:: Task statement ::
An exact reproduction of the data below is the required answer.

:: Provided material ::
• • • • • • •

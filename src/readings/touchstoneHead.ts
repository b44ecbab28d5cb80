import { TouchstoneFault } from "./touchstoneFault.ts";

/** A word of the network data, with its line and how many words that line holds. */
export interface Token {
  readonly text: string;
  readonly line: number;
  readonly place: number;
  readonly wordsInLine: number;
}

export interface Options {
  readonly unitHz: number;
  readonly parameter: "S" | "Y" | "Z";
  readonly format: "MA" | "DB" | "RI";
  readonly referenceOhm: number;
}

/** All that a file says of its data, and the data as words. */
export interface TouchstoneParts extends Options {
  readonly version: 1 | 2;
  readonly order: "21_12" | "12_21";
  readonly matrix: "FULL" | "LOWER" | "UPPER";
  readonly announced: { readonly count: number; readonly line: number } | undefined;
  readonly tokens: readonly Token[];
  readonly lineCount: number;
}

const UNITS: Readonly<Record<string, number>> = { HZ: 1, KHZ: 1e3, MHZ: 1e6, GHZ: 1e9 };

type Section = "head" | "information" | "network" | "noise" | "end";

/** What the lines read so far have said. */
interface Draft {
  readonly ports: 1 | 2;
  section: Section;
  version: 1 | 2;
  options?: Options;
  order?: "21_12" | "12_21";
  matrix: "FULL" | "LOWER" | "UPPER";
  announced: { count: number; line: number } | undefined;
  references?: number[];
  readonly tokens: Token[];
}

/**
 * Takes a Touchstone file apart: options, keywords, and the words of its network data.
 *
 * @throws TouchstoneFault on a line that cannot be read
 */
export function touchstoneParts(text: string, ports: 1 | 2): TouchstoneParts {
  const lines = text.replace(/^\uFEFF/, "").split(/\r\n|\r|\n/);
  const draft: Draft = {
    ports,
    section: "head",
    version: 1,
    matrix: "FULL",
    announced: undefined,
    tokens: [],
  };
  lines.forEach((raw, i) => {
    const content = raw.replace(/!.*/, "").trim();
    if (content !== "" && draft.section !== "end") readLine(draft, content, i + 1);
  });

  const { options, references, order, version, matrix, announced, tokens } = draft;
  const lineCount = lines.length;
  if (options === undefined) throw new TouchstoneFault(lineCount, "no option line (# ...)");
  if (version === 2 && ports === 2 && order === undefined) {
    throw new TouchstoneFault(lineCount, "no [Two-Port Data Order]");
  }
  if (references !== undefined && references.length !== ports) {
    throw new TouchstoneFault(lineCount, `[Reference] holds ${references.length} values for ${ports} ports`);
  }
  return {
    ...options,
    referenceOhm: references?.[0] ?? options.referenceOhm,
    version,
    order: order ?? "21_12",
    matrix,
    announced,
    tokens,
    lineCount,
  };
}

function readLine(draft: Draft, content: string, line: number): void {
  const marked = /^\[([^\]]*)\]\s*(.*)$/.exec(content);
  const name = marked === null ? undefined : (marked[1] ?? "").trim().toUpperCase();
  if (draft.section === "information") {
    if (name === "END INFORMATION") draft.section = "head";
  } else if (name !== undefined) {
    if (draft.version === 1 && name !== "VERSION") {
      throw new TouchstoneFault(line, `[${name}] needs [Version] 2.0 before it`);
    }
    readKeyword(draft, name, marked?.[2]?.trim() ?? "", line);
  } else if (content.startsWith("#")) {
    draft.options ??= readOptions(content.slice(1), line); // later option lines have no meaning
  } else if (draft.section !== "noise") {
    readData(draft, wordsOf(content), line);
  }
}

function readData(draft: Draft, words: readonly string[], line: number): void {
  if (draft.options === undefined) throw new TouchstoneFault(line, "data before the option line (# ...)");
  if (draft.version === 1 || draft.section === "network") {
    words.forEach((text, place) => {
      draft.tokens.push({ text, line, place, wordsInLine: words.length });
    });
    return;
  }
  const { references, ports } = draft;
  if (references === undefined || references.length >= ports) {
    throw new TouchstoneFault(line, "data before [Network Data]");
  }
  references.push(...words.map((word) => positive(word, line)));
}

function readKeyword(draft: Draft, name: string, value: string, line: number): void {
  switch (name) {
    case "VERSION":
      if (!/^2\.[01]$/.test(value)) throw new TouchstoneFault(line, `version ${value} is not known`);
      draft.version = 2;
      break;
    case "NUMBER OF PORTS":
      if (Number(value) !== draft.ports) {
        throw new TouchstoneFault(line, `${value} ports, but the file is read as one of ${draft.ports}`);
      }
      break;
    case "TWO-PORT DATA ORDER":
    case "TWO-PORT ORDER":
      draft.order = oneOf(line, name, value, ["21_12", "12_21"]);
      break;
    case "MATRIX FORMAT":
      draft.matrix = oneOf(line, name, value.toUpperCase(), ["FULL", "LOWER", "UPPER"]);
      break;
    case "NUMBER OF FREQUENCIES":
      draft.announced = { count: numberOf(value, line), line };
      break;
    case "REFERENCE":
      draft.references = wordsOf(value).map((word) => positive(word, line));
      break;
    case "BEGIN INFORMATION":
      draft.section = "information";
      break;
    case "NETWORK DATA":
      draft.section = "network";
      break;
    case "NOISE DATA":
      draft.section = "noise";
      break;
    case "END":
      draft.section = "end";
      break;
    case "NUMBER OF NOISE FREQUENCIES":
      break;
    case "MIXED-MODE ORDER":
      throw new TouchstoneFault(line, "mixed-mode parameters are not read");
    default:
      throw new TouchstoneFault(line, `keyword [${name}] is not known`);
  }
}

/** `# <unit> <parameter> <format> R <ohm>` in any order; missing items are GHz, S, MA and 50. */
function readOptions(text: string, line: number): Options {
  let unitHz = 1e9;
  let parameter: Options["parameter"] = "S";
  let format: Options["format"] = "MA";
  let referenceOhm = 50;
  const words = wordsOf(text.toUpperCase());
  for (let i = 0; i < words.length; i++) {
    const word = words[i]!;
    if (UNITS[word] !== undefined) unitHz = UNITS[word];
    else if (word === "S" || word === "Y" || word === "Z") parameter = word;
    else if (word === "MA" || word === "DB" || word === "RI") format = word;
    else if (word === "R") referenceOhm = positive(words[++i] ?? "", line);
    else if (word === "G" || word === "H") {
      throw new TouchstoneFault(line, `${word} parameters are not read: export S parameters`);
    } else throw new TouchstoneFault(line, `the option line holds ${word}, which has no meaning there`);
  }
  return { unitHz, parameter, format, referenceOhm };
}

/** A finite decimal number. */
export function numberOf(text: string, line: number): number {
  if (!/^[+-]?(\d+\.?\d*|\.\d+)(e[+-]?\d+)?$/i.test(text)) {
    throw new TouchstoneFault(line, `${text === "" ? "nothing" : text} stands where a number must stand`);
  }
  return Number(text);
}

function positive(text: string, line: number): number {
  const value = numberOf(text, line);
  if (value <= 0) throw new TouchstoneFault(line, `a reference resistance must be above 0, got ${text}`);
  return value;
}

function oneOf<Word extends string>(line: number, name: string, value: string, words: readonly Word[]): Word {
  const found = words.find((word) => word === value);
  if (found === undefined) throw new TouchstoneFault(line, `[${name}] must be one of ${words.join(", ")}`);
  return found;
}

function wordsOf(text: string): string[] {
  return text.split(/\s+/).filter((word) => word !== "");
}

• • • • • • •

:: Task solution ::
filename src/readings/touchstoneHead.ts
repository b44ecbab28d5cb80
import { TouchstoneFault } from "./touchstoneFault.ts";

/** A word of the network data, with its line and how many words that line holds. */
export interface Token {
  readonly text: string;
  readonly line: number;
  readonly place: number;
  readonly wordsInLine: number;
}

export interface Options {
  readonly unitHz: number;
  readonly parameter: "S" | "Y" | "Z";
  readonly format: "MA" | "DB" | "RI";
  readonly referenceOhm: number;
}

/** All that a file says of its data, and the data as words. */
export interface TouchstoneParts extends Options {
  readonly version: 1 | 2;
  readonly order: "21_12" | "12_21";
  readonly matrix: "FULL" | "LOWER" | "UPPER";
  readonly announced: { readonly count: number; readonly line: number } | undefined;
  readonly tokens: readonly Token[];
  readonly lineCount: number;
}

const UNITS: Readonly<Record<string, number>> = { HZ: 1, KHZ: 1e3, MHZ: 1e6, GHZ: 1e9 };

type Section = "head" | "information" | "network" | "noise" | "end";

/** What the lines read so far have said. */
interface Draft {
  readonly ports: 1 | 2;
  section: Section;
  version: 1 | 2;
  options?: Options;
  order?: "21_12" | "12_21";
  matrix: "FULL" | "LOWER" | "UPPER";
  announced: { count: number; line: number } | undefined;
  references?: number[];
  readonly tokens: Token[];
}

/**
 * Takes a Touchstone file apart: options, keywords, and the words of its network data.
 *
 * @throws TouchstoneFault on a line that cannot be read
 */
export function touchstoneParts(text: string, ports: 1 | 2): TouchstoneParts {
  const lines = text.replace(/^\uFEFF/, "").split(/\r\n|\r|\n/);
  const draft: Draft = {
    ports,
    section: "head",
    version: 1,
    matrix: "FULL",
    announced: undefined,
    tokens: [],
  };
  lines.forEach((raw, i) => {
    const content = raw.replace(/!.*/, "").trim();
    if (content !== "" && draft.section !== "end") readLine(draft, content, i + 1);
  });

  const { options, references, order, version, matrix, announced, tokens } = draft;
  const lineCount = lines.length;
  if (options === undefined) throw new TouchstoneFault(lineCount, "no option line (# ...)");
  if (version === 2 && ports === 2 && order === undefined) {
    throw new TouchstoneFault(lineCount, "no [Two-Port Data Order]");
  }
  if (references !== undefined && references.length !== ports) {
    throw new TouchstoneFault(lineCount, `[Reference] holds ${references.length} values for ${ports} ports`);
  }
  return {
    ...options,
    referenceOhm: references?.[0] ?? options.referenceOhm,
    version,
    order: order ?? "21_12",
    matrix,
    announced,
    tokens,
    lineCount,
  };
}

function readLine(draft: Draft, content: string, line: number): void {
  const marked = /^\[([^\]]*)\]\s*(.*)$/.exec(content);
  const name = marked === null ? undefined : (marked[1] ?? "").trim().toUpperCase();
  if (draft.section === "information") {
    if (name === "END INFORMATION") draft.section = "head";
  } else if (name !== undefined) {
    if (draft.version === 1 && name !== "VERSION") {
      throw new TouchstoneFault(line, `[${name}] needs [Version] 2.0 before it`);
    }
    readKeyword(draft, name, marked?.[2]?.trim() ?? "", line);
  } else if (content.startsWith("#")) {
    draft.options ??= readOptions(content.slice(1), line); // later option lines have no meaning
  } else if (draft.section !== "noise") {
    readData(draft, wordsOf(content), line);
  }
}

function readData(draft: Draft, words: readonly string[], line: number): void {
  if (draft.options === undefined) throw new TouchstoneFault(line, "data before the option line (# ...)");
  if (draft.version === 1 || draft.section === "network") {
    words.forEach((text, place) => {
      draft.tokens.push({ text, line, place, wordsInLine: words.length });
    });
    return;
  }
  const { references, ports } = draft;
  if (references === undefined || references.length >= ports) {
    throw new TouchstoneFault(line, "data before [Network Data]");
  }
  references.push(...words.map((word) => positive(word, line)));
}

function readKeyword(draft: Draft, name: string, value: string, line: number): void {
  switch (name) {
    case "VERSION":
      if (!/^2\.[01]$/.test(value)) throw new TouchstoneFault(line, `version ${value} is not known`);
      draft.version = 2;
      break;
    case "NUMBER OF PORTS":
      if (Number(value) !== draft.ports) {
        throw new TouchstoneFault(line, `${value} ports, but the file is read as one of ${draft.ports}`);
      }
      break;
    case "TWO-PORT DATA ORDER":
    case "TWO-PORT ORDER":
      draft.order = oneOf(line, name, value, ["21_12", "12_21"]);
      break;
    case "MATRIX FORMAT":
      draft.matrix = oneOf(line, name, value.toUpperCase(), ["FULL", "LOWER", "UPPER"]);
      break;
    case "NUMBER OF FREQUENCIES":
      draft.announced = { count: numberOf(value, line), line };
      break;
    case "REFERENCE":
      draft.references = wordsOf(value).map((word) => positive(word, line));
      break;
    case "BEGIN INFORMATION":
      draft.section = "information";
      break;
    case "NETWORK DATA":
      draft.section = "network";
      break;
    case "NOISE DATA":
      draft.section = "noise";
      break;
    case "END":
      draft.section = "end";
      break;
    case "NUMBER OF NOISE FREQUENCIES":
      break;
    case "MIXED-MODE ORDER":
      throw new TouchstoneFault(line, "mixed-mode parameters are not read");
    default:
      throw new TouchstoneFault(line, `keyword [${name}] is not known`);
  }
}

/** `# <unit> <parameter> <format> R <ohm>` in any order; missing items are GHz, S, MA and 50. */
function readOptions(text: string, line: number): Options {
  let unitHz = 1e9;
  let parameter: Options["parameter"] = "S";
  let format: Options["format"] = "MA";
  let referenceOhm = 50;
  const words = wordsOf(text.toUpperCase());
  for (let i = 0; i < words.length; i++) {
    const word = words[i]!;
    if (UNITS[word] !== undefined) unitHz = UNITS[word];
    else if (word === "S" || word === "Y" || word === "Z") parameter = word;
    else if (word === "MA" || word === "DB" || word === "RI") format = word;
    else if (word === "R") referenceOhm = positive(words[++i] ?? "", line);
    else if (word === "G" || word === "H") {
      throw new TouchstoneFault(line, `${word} parameters are not read: export S parameters`);
    } else throw new TouchstoneFault(line, `the option line holds ${word}, which has no meaning there`);
  }
  return { unitHz, parameter, format, referenceOhm };
}

/** A finite decimal number. */
export function numberOf(text: string, line: number): number {
  if (!/^[+-]?(\d+\.?\d*|\.\d+)(e[+-]?\d+)?$/i.test(text)) {
    throw new TouchstoneFault(line, `${text === "" ? "nothing" : text} stands where a number must stand`);
  }
  return Number(text);
}

function positive(text: string, line: number): number {
  const value = numberOf(text, line);
  if (value <= 0) throw new TouchstoneFault(line, `a reference resistance must be above 0, got ${text}`);
  return value;
}

function oneOf<Word extends string>(line: number, name: string, value: string, words: readonly Word[]): Word {
  const found = words.find((word) => word === value);
  if (found === undefined) throw new TouchstoneFault(line, `[${name}] must be one of ${words.join(", ")}`);
  return found;
}

function wordsOf(text: string): string[] {
  return text.split(/\s+/).filter((word) => word !== "");
}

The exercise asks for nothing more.